This software suite takes a list of torrents, and for each periodically checks the available peers via torrent trackers and the distributed hash table (DHT). We then create a web interface indicating how many peers we've observed in the last day/week/month, and how many trackers we've been able to contact in the same time frames. This allows us to identify torrents that are unavailable, either because there are no seeds online, or because all trackers for the torrent are offline. If there are no trackers available, users may be able to identify peers via the DHT, but only if their client supports it and is integrated into the swarm already.
We identify the number of peers for each torrent, but not the number of seeds. It isn't possible to determine confidently that a peer is a seed without connecting to every peer directly and asking them what chunks of the torrent they have available, and even then, we can't prove that they're telling the truth without actually downloading all those chunks. Torrent trackers maintain a "seed" count, but this is self-reported by torrent clients, so it's unreliable. Trackers also don't tell us which peers reported themselves as seeds, so we can't aggregate the seed counts across multiple trackers. Therefore, we discard the leecher/seeder distinction and just track unique IP addresses that have indicated interest in a torrent.

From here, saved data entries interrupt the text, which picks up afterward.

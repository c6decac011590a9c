import type { Distribution } from '../../distributions/summary';
import { limitsScreenMessages } from '../../messages/limitsScreen';
import { readNumber } from '../../units/readNumber';
import { inSi } from '../../units/unit';
import type { Side } from '../allowance';
import { BASIS_WORDS, type Basis } from '../basis';
import { devicesOutside } from '../evidence/rowEvidence';
import type { LimitRow } from '../limit';
import type { LimitPolicy } from '../policy';
import type { LimitDecision } from './limitDecision';

const SIDES = ['minimum', 'maximum'] as const;

/**
 * Why printed limits can't be decided like this; empty when they can. A person may print another
 * limit than the machine, but none that is out of order, and none that leaves more stored devices
 * outside than its basis allows, unless that is intended and said.
 */
export function checkDecision(
	decision: Pick<LimitDecision, Side | 'testerUncertainty' | 'isOutsideIntended'>,
	of: {
		readonly row: LimitRow;
		readonly rules: LimitPolicy;
		readonly distribution: Distribution;
		readonly basis: Basis;
	}
): string[] {
	const { row } = of;
	const unread = SIDES.filter((side) => {
		const text = decision[side];
		return text !== null && !((readNumber(text) ?? -1) > 0);
	});
	if (unread.length > 0) return unread.map((side) => limitsScreenMessages.limitUnread(side));
	const isPrinted = (side: Side) => decision[side] === null || decision[side] === row[side]?.text;
	if (decision.testerUncertainty === null && SIDES.every(isPrinted)) {
		return [limitsScreenMessages.decidesNothing()];
	}

	const numbers = {
		minimum: valueOf(decision.minimum ?? row.minimum?.text),
		typical: valueOf(row.typical?.text),
		maximum: valueOf(decision.maximum ?? row.maximum?.text)
	};
	return [...outOfOrder(numbers), ...tooManyOutside(decision, of)];
}

const valueOf = (text: string | undefined) => (text === undefined ? null : Number(text));

function outOfOrder({
	minimum,
	typical,
	maximum
}: Record<'minimum' | 'typical' | 'maximum', number | null>): string[] {
	const isAbove = (a: number | null, b: number | null) => a !== null && b !== null && a > b;
	return [
		...(isAbove(minimum, typical) ? [limitsScreenMessages.outOfOrder('minimum', 'typical')] : []),
		...(isAbove(typical, maximum) ? [limitsScreenMessages.outOfOrder('typical', 'maximum')] : [])
	];
}

function tooManyOutside(
	decision: Pick<LimitDecision, Side | 'isOutsideIntended'>,
	{ row, rules, distribution, basis }: Parameters<typeof checkDecision>[1]
): string[] {
	if (decision.isOutsideIntended) return [];
	const { unit, unitScale, sampleSize } = row;
	return SIDES.flatMap((side) => {
		const text = decision[side];
		if (text === null || distribution.extremes.lowest.length === 0) return [];
		const { count, allowed } = devicesOutside(distribution, {
			side,
			printed: inSi(Number(text), { symbol: unit, scale: unitScale }),
			basis,
			limit: row[side],
			rules
		});
		return allowed === null || (count ?? Infinity) <= allowed
			? []
			: [
					limitsScreenMessages.tooManyOutside(side, `${text}\u00a0${unit}`, {
						count,
						allowed,
						sampleSize,
						basis: BASIS_WORDS[basis]
					})
				];
	});
}
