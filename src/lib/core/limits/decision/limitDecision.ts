import { z } from 'zod';

/** What the machine printed when somebody decided otherwise. */
export const machineTexts = z.object({
	minimum: z.string().nullable(),
	typical: z.string().nullable(),
	maximum: z.string().nullable(),
	/** Hash of the limit row. */
	inputHash: z.string()
});

/** Printed limits that a person decided, beside what the machine said. */
export const limitDecision = z.object({
	/** Digits as they are printed, in `unit`; `null` where the machine's stay. */
	minimum: z.string().nullable(),
	maximum: z.string().nullable(),
	unit: z.string(),
	unitScale: z.number().positive(),
	/** Expanded uncertainty U of the production tester in SI; `null` where that of the sets holds. */
	testerUncertainty: z.number().nonnegative().nullable(),
	/** More stored devices lie outside than the basis allows, and the reason says why. */
	isOutsideIntended: z.boolean(),
	machine: machineTexts
});
export type LimitDecision = z.infer<typeof limitDecision>;

/** A decision that stands, with who made it, when and why. */
export interface DecidedLimit {
	readonly decision: LimitDecision;
	readonly reason: string;
	/** Name of the person. */
	readonly by: string;
	/** ISO 8601, UTC */
	readonly at: string;
}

We also won't identify peers through peer exchange, since PEX is only possible when actively connecting to known peers. However, anyone downloading a torrent can only use PEX once they've identified some starting peers through trackers or the DHT, so ignoring PEX is actually appropriate when gauging the availability of a torrent.
For Ruby:
gem install bencode base32 pg
For Python:
pip install psycopg2 mako btdht torf
To install:
-
First install postgresql, and create a database and sql user for this application. Set the database name, username, and password in
config.json
. -
Run
./init_db.py
once to initialize all tables and views. -
Create a long (200+ characters) random string, and set it as
salt
inconfig.json
. -
Add cronjobs to run
scrape_dht.py
,scrape_torrents.rb
, andexport_html.py
at regular intervals. Hourly should be fine. For example, runcrontab -e
and add the following lines:
0 * * * * /path/to/installation/scrape_dht.py
0 * * * * /path/to/installation/scrape_trackers.rb
*/10 * * * * /path/to/installation/export_html.py
*/10 * * * * /path/to/installation/remove_old.py
- Add any torrents you want to monitor, either individually via
./add_torrent.py
, or as a CSV file (with header) oftorrent_name,magnet_link
on each line.
The application will now check the DHT and trackers for each torrent each hour, and every ten minutes will write a new HTML file containing the latest results. Re-exporting the results every 10 minutes means we aren't relying on careful timing to export right after the scraping scripts finish, ensuring the HTML page will list the most recent results, rather than those an hour old.